If $ x $ satisfies $ \left| {{x}^{2}}-3x+2 \right|+\left| x-1 \right|=x-3 $ , then
A. $ x\in \varnothing $
B. $ x\in \left[ 1,2 \right] $
C. $ x\in \left[ 3,\infty \right) $
D. $ x\in \left( -\infty ,\infty \right) $

Answer 1

Hint: We express the whole domain into three parts for the equation $ \left| {{x}^{2}}-3x+2 \right|+\left| x-1 \right|=x-3 $ . We break it according to the equations.
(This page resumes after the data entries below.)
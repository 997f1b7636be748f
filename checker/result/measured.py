"""Judge what was found and measured aboard against what the wiring data predict.

A drop is held against its prediction both ways, and against the limit of the limit set apart
from that: a bad joint may keep the limit, and a sound one may break it.
"""

from __future__ import annotations

from collections.abc import Callable, Iterator, Mapping, Sequence
from dataclasses import dataclass, replace
from statistics import median

from checker.checks.words import ampere, plain
from checker.finding import Card, Measure, Outcome, Span, Verdict
from checker.limits.measuring_rule import MeasuringRule
from checker.reading.document import Fault
from checker.reading.words import nearest
from checker.result.measured_cards import (
    ALL_OFF_CURRENT,
    DROP_ABOVE,
    DROP_BELOW,
    DROP_LIMIT,
    FAR_FROM_SISTERS,
    FITTED_DEVICE,
    INSTRUMENT,
    LEAKAGE_CARD,
    LOAD_CURRENT,
    MISSING,
    OLD_SHEET,
    POLARITY_CARD,
    SHUNT_CLAMP,
    STAYS_LIVE,
    TOO_LITTLE,
)
from checker.result.sheet import (
    ALL_OFF,
    BONDING,
    CHARGING,
    DROP,
    FITTED,
    FUNCTION,
    LEAKAGE,
    POLARITY,
    Step,
    standby_words,
)
from checker.result.sheet_file import Reading, Sheet

MOST_TOLD = 4
"""Findings named beside a device as fitted; the rest are counted."""


@dataclass(frozen=True, slots=True)
class Judged:
    """Hold what the sheet of one hull came to.

    `outcomes` are findings and passes; `missing` the steps that are not done, those with too
    little current among them; `differing` the ratings as fitted where they differ, A, by device.
    """

    outcomes: tuple[Outcome, ...] = ()
    missing: tuple[Step, ...] = ()
    differing: Mapping[str, float] | None = None
    faults: tuple[Fault, ...] = ()


def judge_sheet(steps: Sequence[Step], sheet: Sheet, rule: MeasuringRule, content: str) -> Judged:
    """Judge a sheet against the plan of its boat; `content` is the mark of the wiring as it is."""
    outcomes = [*_instruments(sheet), *_printed_for(sheet, content)]
    missing: list[Step] = []
    differing: dict[str, float] = {}
    known = {step.id: step for step in steps}
    for step in steps:
        reading = sheet.readings.get(step.id)
        if reading is None:
            missing.append(step)
            continue
        found = list(_JUDGES[step.kind](step, reading, rule))
        if any(outcome.check == TOO_LITTLE.id for outcome in found):
            missing.append(step)
        if step.kind == FITTED and found[0].verdict is Verdict.FINDING and reading.value is not None:
            differing[step.part] = reading.value
        outcomes += found
    faults = [_unknown(name, reading, known) for name, reading in sheet.readings.items() if name not in known]
    return Judged(tuple(outcomes), tuple(missing), differing, tuple(faults))


def missing_outcome(steps: Sequence[Step], at: Span) -> Outcome:
    """Tell which steps were not done, in one finding."""
    kinds: dict[str, list[str]] = {}
    for step in steps:
        kinds.setdefault(step.kind, []).append(step.part)
    words = "; ".join(
        kind if kind in (BONDING, LEAKAGE) else f"{kind}: {', '.join(parts)}" for kind, parts in kinds.items()
    )
    number = f"{len(steps)} step{'' if len(steps) == 1 else 's'} of the test"
    return _found(
        MISSING, "test sheet", at, f"{number} {'is' if len(steps) == 1 else 'are'} not done ({words})",
        "do them and fill in the sheet", inputs=(("steps", " ".join(step.id for step in steps)),),
    )  # fmt: skip


def far_from_sisters(
    drops: Mapping[str, tuple[Sequence[Step], Sheet]], rule: MeasuringRule
) -> dict[str, list[Outcome]]:
    """Return for each hull of a class the drops that are far from those of its sisters.

    Args:
        drops: The plan and the sheet of each hull of one class that has a sheet.
        rule: The figures.
    """
    shares: dict[str, dict[str, float]] = {}
    for hull, (steps, sheet) in drops.items():
        for step in steps:
            reading = sheet.readings.get(step.id)
            if step.kind == DROP and step.ohm and reading and reading.value is not None and reading.current_a:
                shares.setdefault(step.id, {})[hull] = reading.value / (step.ohm * reading.current_a)
    found: dict[str, list[Outcome]] = {}
    for hull, (steps, sheet) in drops.items():
        for step in steps:
            others = [share for other, share in shares.get(step.id, {}).items() if other != hull]
            if step.id in sheet.readings and len(others) >= rule.sisters_fewest and hull in shares[step.id]:
                outcome = _far(step, sheet.readings[step.id], median(others), rule)
                if outcome is not None:
                    found.setdefault(hull, []).append(outcome)
    return found


def _far(step: Step, reading: Reading, share: float, rule: MeasuringRule) -> Outcome | None:
    assert step.ohm is not None
    assert reading.value is not None
    assert reading.current_a is not None
    usual_v = share * step.ohm * reading.current_a
    apart_v = abs(reading.value - usual_v)
    if apart_v <= max(rule.sisters_least_v, rule.sisters_factor * usual_v):
        return None
    return _found(
        FAR_FROM_SISTERS, step.part, reading.at,
        f"drops {plain(reading.value)} V at {ampere(reading.current_a)}, where its sisters would drop "
        f"{plain(usual_v)} V",
        "look at its joints, and measure again", inputs=_inputs(reading), circuit=step.circuit,
    )  # fmt: skip


def _instruments(sheet: Sheet) -> Iterator[Outcome]:
    lacking = [name for name, there in (("date", sheet.date), ("role", sheet.role), ("instruments", sheet.instruments))
               if not there]  # fmt: skip
    if lacking:
        fault = f"the sheet does not tell {' and '.join(lacking)}"
        yield _found(INSTRUMENT, "test sheet", sheet.at, fault, "write them at its head", inputs=(("lacks", fault),))
    for instrument in sheet.instruments:
        until = instrument.calibrated_until
        if until is not None and (sheet.date is None or sheet.date <= until):
            yield _passed(INSTRUMENT, instrument.id, instrument.at)
        else:
            past = "does not tell until when it is calibrated" if until is None else f"was calibrated until {until}"
            yield _found(
                INSTRUMENT, instrument.id, instrument.at, f"{instrument.name} {past}",
                "measure again with a calibrated one", inputs=(("until", str(until)),),
            )  # fmt: skip


def _printed_for(sheet: Sheet, content: str) -> Iterator[Outcome]:
    if not sheet.content:
        return
    if sheet.content == content:
        yield _passed(OLD_SHEET, "test sheet", sheet.at_content)
    else:
        yield _found(
            OLD_SHEET, "test sheet", sheet.at_content,
            f"it was printed for the wiring {sheet.content}, which is now {content}",
            "print it anew, repeat what the change touches, and write the new mark",
            inputs=(("sheet", sheet.content), ("now", content)),
        )  # fmt: skip


def _fitted(step: Step, reading: Reading, rule: MeasuringRule) -> Iterator[Outcome]:
    fitted = ampere(reading.value or 0.0)
    if fitted == step.expected:
        yield _passed(FITTED_DEVICE, step.part, reading.at, step.circuit)
    else:
        yield _found(
            FITTED_DEVICE, step.part, reading.at, f"{fitted} is fitted where the data say {step.expected}",
            f"find out which is right: then fit {step.expected}, or record {fitted} as an as-built change",
            inputs=(("fitted", fitted),),
            circuit=step.circuit,
        )  # fmt: skip


def _by_word(card: Card, good: str, told: Mapping[str, tuple[str, str]]) -> Callable[..., Iterator[Outcome]]:
    def judge(step: Step, reading: Reading, rule: MeasuringRule) -> Iterator[Outcome]:
        if reading.word == good:
            yield _passed(card, step.part, reading.at, step.circuit)
        else:
            fault, remedy = told[reading.word]
            yield _found(card, step.part, reading.at, fault, remedy, inputs=(("found", reading.word),),
                         circuit=step.circuit)  # fmt: skip

    return judge


def _leakage(step: Step, reading: Reading, rule: MeasuringRule) -> Iterator[Outcome]:
    value_a = reading.value or 0.0
    yield _judged(
        LEAKAGE_CARD, step, reading, Measure("leakage", value_a, rule.leakage_a, "A"),
        f"{plain(value_a * 1000)} mA leak from DC positive into the bonding system",
        "take circuits off one by one until it stops, and mend the one that stops it",
    )  # fmt: skip


def _all_off(step: Step, reading: Reading, rule: MeasuringRule) -> Iterator[Outcome]:
    if step.current_a is None:
        return
    value_a = reading.value or 0.0
    yield _judged(
        ALL_OFF_CURRENT, step, reading, Measure("current", value_a, step.current_a + rule.all_off_added_a, "A"),
        f"{standby_words(value_a)} flow with everything off, where {standby_words(step.current_a)} are declared",
        "pull the devices ahead of the switches one by one until it falls",
    )  # fmt: skip


def _drop(step: Step, reading: Reading, rule: MeasuringRule) -> Iterator[Outcome]:
    drop_v, current_a = reading.value or 0.0, reading.current_a or 0.0
    assert step.ohm is not None
    assert step.current_a is not None
    least_a = rule.least_current_factor * step.current_a
    if current_a < least_a * (1 - 1e-9):
        yield _found(
            TOO_LITTLE, step.part, reading.at,
            f"measured at {ampere(current_a)} of its {ampere(step.current_a)}: too little to count as measured",
            f"measure again with at least {ampere(least_a)}", inputs=_inputs(reading), circuit=step.circuit,
        )  # fmt: skip
        return
    most_a = rule.most_current_factor * step.current_a + rule.added_current_a
    yield _judged(
        LOAD_CURRENT, step, reading, Measure("current", current_a, most_a, "A"),
        f"draws {ampere(current_a)}, where the data say {ampere(step.current_a)}",
        "find out why; correct the load's current for the class, and let the checks judge it",
    )  # fmt: skip
    predicted_v = step.ohm * current_a
    most_v = rule.most_drop_v(predicted_v, current_a, step.joints)
    yield _judged(
        DROP_ABOVE, step, reading, Measure("drop", drop_v, most_v, "V"),
        f"drops {plain(drop_v)} V at {ampere(current_a)}, where its copper drops {plain(predicted_v)} V",
        f"remake its joints between {step.where}, and measure again",
    )  # fmt: skip
    yield _judged(
        DROP_BELOW, step, reading, Measure("drop", drop_v, rule.least_drop_v(predicted_v), "V", at_least=True),
        f"drops only {plain(drop_v)} V at {ampere(current_a)}, where its copper drops {plain(predicted_v)} V: too good",
        "find the second return path, or the cable that differs from the schedule",
    )  # fmt: skip
    if step.limit_v is not None:
        scaled_v = drop_v * step.current_a / current_a
        yield _judged(
            DROP_LIMIT, step, reading, Measure("drop", scaled_v, step.limit_v, "V"),
            f"drops {plain(scaled_v)} V at its {ampere(step.current_a)} by what was measured",
            "remake its joints, or use a larger gauge", limit_set=step.limit_set,
        )  # fmt: skip


def _charging(step: Step, reading: Reading, rule: MeasuringRule) -> Iterator[Outcome]:
    shunt_a, clamp_a = reading.value or 0.0, reading.current_a or 0.0
    most_a = rule.clamp_factor * clamp_a + rule.clamp_added_a
    yield _judged(
        SHUNT_CLAMP, step, reading, Measure("difference", abs(shunt_a - clamp_a), most_a, "A"),
        f"the monitor shows {ampere(shunt_a)}, a clamp {ampere(clamp_a)}",
        f"find what lands on the bank's side of the shunt while {step.part} runs",
    )  # fmt: skip


_JUDGES: Mapping[str, Callable[[Step, Reading, MeasuringRule], Iterator[Outcome]]] = {
    FITTED: _fitted,
    POLARITY: _by_word(POLARITY_CARD, "ok", {
        "reversed": ("positive and negative are swapped", "swap them, and test again before it is switched on"),
        "open": ("no connection was found", "find the break, and test again"),
    }),
    BONDING: _by_word(LEAKAGE_CARD, "ok", {
        "none": ("the bonding system does not meet the DC negative", "join them at the one place that the data show"),
        "several": ("the bonding system meets the DC negative at more than one place",
                    "find the second place, and part it"),
    }),
    LEAKAGE: _leakage,
    ALL_OFF: _all_off,
    FUNCTION: _by_word(STAYS_LIVE, "dead", {
        "live": ("it stays live with its own device off", "trace what else feeds it"),
    }),
    DROP: _drop,
    CHARGING: _charging,
}  # fmt: skip


def _unknown(name: str, reading: Reading, known: Mapping[str, Step]) -> Fault:
    meant = nearest(name, known)
    remedy = f"did you mean “{meant}”?" if meant else "print the sheet anew"
    return Fault("unknown-reference", reading.at, f"the boat's test has no step “{name}”", remedy)


def _inputs(reading: Reading) -> tuple[tuple[str, str], ...]:
    figures = (("measured", reading.value), ("with", reading.current_a))
    return tuple((name, f"{value:g}") for name, value in figures if value is not None)


def _judged(
    card: Card, step: Step, reading: Reading, measure: Measure, fault: str, remedy: str, limit_set: str = ""
) -> Outcome:
    if measure.holds:
        return _passed(card, step.part, reading.at, step.circuit, measure)._replace(limit_set=limit_set)
    return _found(card, step.part, reading.at, fault, remedy, inputs=_inputs(reading), circuit=step.circuit)._replace(
        measure=measure, limit_set=limit_set
    )


def _passed(card: Card, part: str, at: Span, circuit: str = "", measure: Measure | None = None) -> Outcome:
    return Outcome(verdict=Verdict.PASSED, check=card.id, level=card.level, part=part, at=at, circuit=circuit,
                   measure=measure)  # fmt: skip


def _found(
    card: Card, part: str, at: Span, fault: str, remedy: str, inputs: tuple[tuple[str, str], ...], circuit: str = ""
) -> Outcome:
    return Outcome(
        verdict=Verdict.FINDING, check=card.id, level=card.level, part=part, at=at, circuit=circuit, fault=fault,
        remedy=remedy, inputs=inputs,
    )  # fmt: skip


def with_as_fitted(judged: Judged, found_with: Callable[[str, float], Sequence[Outcome]]) -> Judged:
    """Return a judged sheet whose findings of other devices tell what the boat would be found with as fitted."""
    if not judged.differing:
        return judged
    outcomes = list(judged.outcomes)
    for index, outcome in enumerate(outcomes):
        if outcome.check == FITTED_DEVICE.id and outcome.part in judged.differing:
            more = found_with(outcome.part, judged.differing[outcome.part])
            names = list(dict.fromkeys(f"{o.check} at {o.part}" for o in more))
            told = ", ".join(names[:MOST_TOLD]) + (f" and {len(names) - MOST_TOLD} more" if names[MOST_TOLD:] else "")
            words = f"; as fitted the boat has also {told}" if names else "; as fitted the boat has no other finding"
            outcomes[index] = outcome._replace(fault=outcome.fault + words)
    return replace(judged, outcomes=tuple(outcomes))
We then find the solutions for the equation and check if the intervals satisfy or not. Modulus function $ f\left( x \right)=\left| x \right| $ works as the distance of the number from 0. The number can be both positive and negative but the distance of that number will always be positive. Distance can never be negative.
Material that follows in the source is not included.